Мира разрешила Алекс остаться дома до конца недели. Она нашла для нее психиатра, но той было нечего сказать.
Мира уговаривала ее, пыталась подкупить фаст-фудом и разрешением смотреть телик, потом наконец сказала:
– Либо ты общаешься с психиатром, либо возвращаешься в школу.
Так что в следующий понедельник Алекс вернулась в школу. Никто с ней не разговаривал. Одноклассники едва смотрели в ее сторону, и, найдя на своем шкафчике для физкультуры размазанный соус от спагетти, она поняла, что Меган все рассказала.
Алекс прозвали Кровавой Мэри.
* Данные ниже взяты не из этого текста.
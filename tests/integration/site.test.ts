import { afterAll, beforeAll, beforeEach, describe, expect, it } from 'vitest';
import type { Actor } from '../../src/domain/access/permissions';
import { GET as siteRoute } from '../../src/pages/api/sites/[site]/index';
import { GET as eventsRoute } from '../../src/pages/api/sites/[site]/events';
import { GET as eventsCsvRoute } from '../../src/pages/api/sites/[site]/events.csv';
import { received, type Sent } from '../../src/schemas/api/causes-on-the-way';
import { eventsPage, sitePage, type SitePage } from '../../src/schemas/api/site';
import { database } from '../../src/server/db/pools';
import { asActor } from '../../src/server/db/transaction';
import { readSite } from '../../src/server/services/site-page';
import { testDatabase, type TestDatabase } from '../support/database';
import { ask } from '../support/endpoint';
import { testFleet, type TestFleet } from '../support/fleet';
import { command, stand } from '../support/standing';

const KESTREL = 'Kestrel Row School';
const CLINIC = 'Weirside Clinic';
const NETLOFT = 'Netloft Terrace';
const NOW = new Date();
const minutesAgo = (n: number) => new Date(NOW.getTime() - n * 60_000);

let db: TestDatabase;
let fleet: TestFleet;
let analyst: Actor;

beforeAll(async () => {
  db = await testDatabase();
  fleet = await testFleet(db, [KESTREL, CLINIC, NETLOFT]);
  analyst = await fleet.actor('analyst@lowfield.example');
  const kestrel = fleet.site(KESTREL);
  await command(db.owner, kestrel, 'Gym', 'released', minutesAgo(600));
  await command(db.owner, kestrel, 'Gym', 'initiator', minutesAgo(25), 'Gym initiator');
  await stand(db.owner, kestrel, NOW, (string, position) =>
    string === 'C2' && position === 3
      ? { verdict: 'not_shutting_down', since: minutesAgo(24) }
      : string.startsWith('C')
        ? { state: 'shutdown' }
        : null,
  );
  await stand(db.owner, fleet.site(CLINIC), NOW);
  await db.owner.query('analyze');
});
afterAll(() => db.drop());
beforeEach(() => db.owner.query('delete from event'));

const get = (actor: Actor | null, site: string) => ask(siteRoute, { actor, params: { site } });
const ref = (name: string) => fleet.site(name).ref;

describe("a site's page", () => {
  it('has zones with what is in force, since when and by whom; the newest command wins', async () => {
    const page = sitePage.parse(
      received((await (await get(analyst, ref(KESTREL))).json()) as Sent<SitePage>),
    );
    expect(
      page.zones.map((z) => [z.name, z.command?.inForce ?? null, z.command?.by ?? null, z.strings.length]),
    ).toEqual([
      ['Gym', 'initiator', 'Gym initiator', 10],
      ['Main building', null, null, 16],
    ]);
    expect(page.zones[0]?.command?.since).toBe(minutesAgo(25).toISOString());
    expect(page.zones[0]?.initiatorPlace).toBe('Fire panel in the gym’s lobby');
  });

  it('has every string with its units, the gateways and loggers, whom to call, and the cause', async () => {
    const page = sitePage.parse(
      received((await (await get(analyst, ref(KESTREL))).json()) as Sent<SitePage>),
    );
    expect(page.strings).toHaveLength(26);
    const c2 = page.strings.find((s) => s.name === 'C2');
    expect(c2?.counts).toMatchObject({ units: 12, passing: 1, shutdown: 11, notShuttingDown: 1 });
    expect(c2?.slots[2]).toMatchObject({ position: 3, state: 'passing', verdict: 'not_shutting_down' });
    expect(page.inverters.length).toBeGreaterThan(0);
    expect(page.inverters.flatMap((i) => i.inputs.flatMap((n) => n.strings)).sort()).toEqual(
      page.strings.map((s) => s.name).sort(),
    );
    expect(page.gateways.map((g) => g.name)).toEqual(['Gateway 1, attic', 'Gateway 2, gym']);
    expect(page.loggers).toHaveLength(1);
    expect(page.contact).toMatchObject({ name: 'Ansel Thwaite', phone: '+00 555 0102' });
    expect(page.causes).toMatchObject([{ verdict: 'not_shutting_down', siteId: ref(KESTREL) }]);
    expect(page.rollCall).toBeNull();
    expect(page.ruleSet).toBe('rapid_shutdown_30s');
  });

  it('answers alike for what does not exist and for what is another organisation’s', async () => {
    const answers = await Promise.all(
      [ref(NETLOFT), '11111111-1111-4111-8111-111111111111', 'no-identifier'].map((site) =>
        get(analyst, site),
      ),
    );
    expect(answers.map((a) => a.status)).toEqual([404, 404, 404]);
    const texts = await Promise.all(answers.map((a) => a.text()));
    for (const text of texts) expect(text).not.toContain(NETLOFT);
    const events = await ask(eventsRoute, { actor: analyst, params: { site: ref(NETLOFT) } });
    expect(events.status).toBe(404);
  });

  it('is not for customers, not even of their own site, nor for nobody', async () => {
    const customer = await fleet.actor('customer@lowfield.example');
    expect((await get(customer, ref(CLINIC))).status).toBe(403);
    expect((await get(null, ref(CLINIC))).status).toBe(401);
  });

  it('takes a fixed number of statements, however many strings', async () => {
    const count = async (site: string) => {
      let statements = 0;
      const counting = () => void statements++;
      database('web').on('query', counting);
      await asActor(analyst, (tx) => readSite(tx, ref(site), NOW));
      database('web').removeListener('query', counting);
      return statements;
    };
    const many = await count(KESTREL);
    expect(many).toBeLessThan(20);
    // nothing is open at the clinic: no units of strings and no acknowledgements are asked for
    expect(await count(CLINIC)).toBeLessThanOrEqual(many);
  });
});

describe("a site's events", () => {
  const happened = (minutes: number, kind: string, some: { string?: string; supersedes?: number } = {}) =>
    db.owner.query<{ id: number }>(
      `insert into event (at, recorded_at, organisation_id, site_id, string_id, kind, detail, supersedes)
       select $1, $1, organisation_id, id, $2, $3, '{"positions": [3]}', $4 from site where name = $5 returning id`,
      [
        minutesAgo(minutes),
        some.string ? fleet.site(KESTREL).strings.get(some.string)?.id : null,
        kind,
        some.supersedes ?? null,
        KESTREL,
      ],
    );
  const read = async (query = '') => {
    const response = await ask(eventsRoute, {
      actor: analyst,
      params: { site: ref(KESTREL) },
      path: `/api/sites/x/events${query}`,
    });
    return eventsPage.parse(await response.json());
  };

  it('come newest first, page by page, none twice and none left out, whatever shares a time', async () => {
    for (let i = 0; i < 7; i++) await happened(Math.floor(i / 3) * 10, 'units_stuck', { string: 'C2' });
    const seen: string[] = [];
    let before: string | null = null;
    let pages = 0;
    do {
      const page = await read(`?limit=3${before ? `&before=${before}` : ''}`);
      seen.push(...page.events.map((e) => e.id));
      before = page.before;
      pages++;
    } while (before && pages < 10);
    expect(pages).toBe(3);
    expect(seen).toHaveLength(7);
    expect(new Set(seen).size).toBe(7);
    const all = await read();
    expect(seen).toEqual(all.events.map((e) => e.id));
    expect(all.events[0]).toMatchObject({ stringName: 'C2', siteName: KESTREL, kind: 'units_stuck' });
    const times = all.events.map((e) => e.at);
    expect([...times].sort().reverse()).toEqual(times);
  });

  it('can be of one kind, and leave out what another event supersedes', async () => {
    const old = await happened(30, 'units_stuck');
    await happened(20, 'units_stuck', { supersedes: Number(old.rows[0]?.id) });
    await happened(10, 'command');
    expect((await read()).events.map((e) => e.kind)).toEqual(['command', 'units_stuck']);
    expect((await read('?kind=command')).events.map((e) => e.kind)).toEqual(['command']);
    expect((await read('?kind=units_silent')).events).toEqual([]);
  });

  it('say what is wrong with a question', async () => {
    const wrong = async (query: string) =>
      (await ask(eventsRoute, { actor: analyst, params: { site: ref(KESTREL) }, path: `/x${query}` })).status;
    expect(await wrong('?kind=party')).toBe(422);
    expect(await wrong('?limit=0')).toBe(422);
    expect(await wrong('?before=yesterday')).toBe(422);
    expect(await wrong('?befor=1.1')).toBe(422);
  });

  it('are all in the table to download, which is read no faster than it is taken', async () => {
    const MANY = 3300;
    await db.owner.query(
      `insert into event (at, recorded_at, organisation_id, site_id, kind, detail)
       select $1::timestamptz - (n / 700) * interval '1 hour', $1, organisation_id, id, 'units_stuck',
              jsonb_build_object('positions', jsonb_build_array(n))
       from site, generate_series(1, $2::int) n where name = $3`,
      [NOW, MANY, KESTREL],
    );
    await happened(5, 'units_silent');
    let pages = 0;
    const counting = ({ sql }: { sql: string }) => void (sql.includes('from event e join site') && pages++);
    database('web').on('query', counting);
    const response = await ask(eventsCsvRoute, {
      actor: analyst,
      params: { site: ref(KESTREL) },
      path: '/api/sites/x/events.csv?kind=units_stuck',
    });
    expect(response.headers.get('content-disposition')).toBe('attachment; filename="events.csv"');
    const reader = response.body?.getReader();
    const bytes: Uint8Array[] = [];
    for (let piece = await reader?.read(); piece && !piece.done; piece = await reader?.read()) {
      bytes.push(piece.value);
      expect(pages).toBeLessThanOrEqual(bytes.length + 1); // at most one is ready before it is asked for
    }
    database('web').removeListener('query', counting);
    expect(pages).toBe(4);
    const lines = Buffer.concat(bytes).toString('utf8').trim().split('\r\n');
    expect(lines[0]).toContain('at (UTC),reported (UTC),site,string,kind,what happened');
    expect(lines).toHaveLength(1 + MANY);
    expect(new Set(lines).size).toBe(1 + MANY);
    const elsewhere = await ask(eventsCsvRoute, { actor: analyst, params: { site: ref(NETLOFT) } });
    expect(elsewhere.status).toBe(404);
  });
});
Обедала она в одиночестве.
Ее никогда не выбирали в качестве партнерши по лабораторным или пары на экскурсиях, и учителям приходилось навязывать ее людям насильно. Отчаявшись, Алекс совершила ошибку, попытавшись рассказать Меган, что произошло на самом деле, все объяснить. Она поняла, что это глупо, уже в момент, когда рассказывала; когда увидела, как Меган отстраняется от нее подальше, а взгляд ее становится отчужденным, как она накручивает на указательный палец длинную прядь кудрявых, блестящих каштановых волос. Но чем больше Меган отстранялась, чем больше затягивалось ее молчание, тем больше говорила Алекс, как будто где-то во всех этих словах скрывался тайный код, ключ, который поможет вернуть проблеск того, что она потеряла.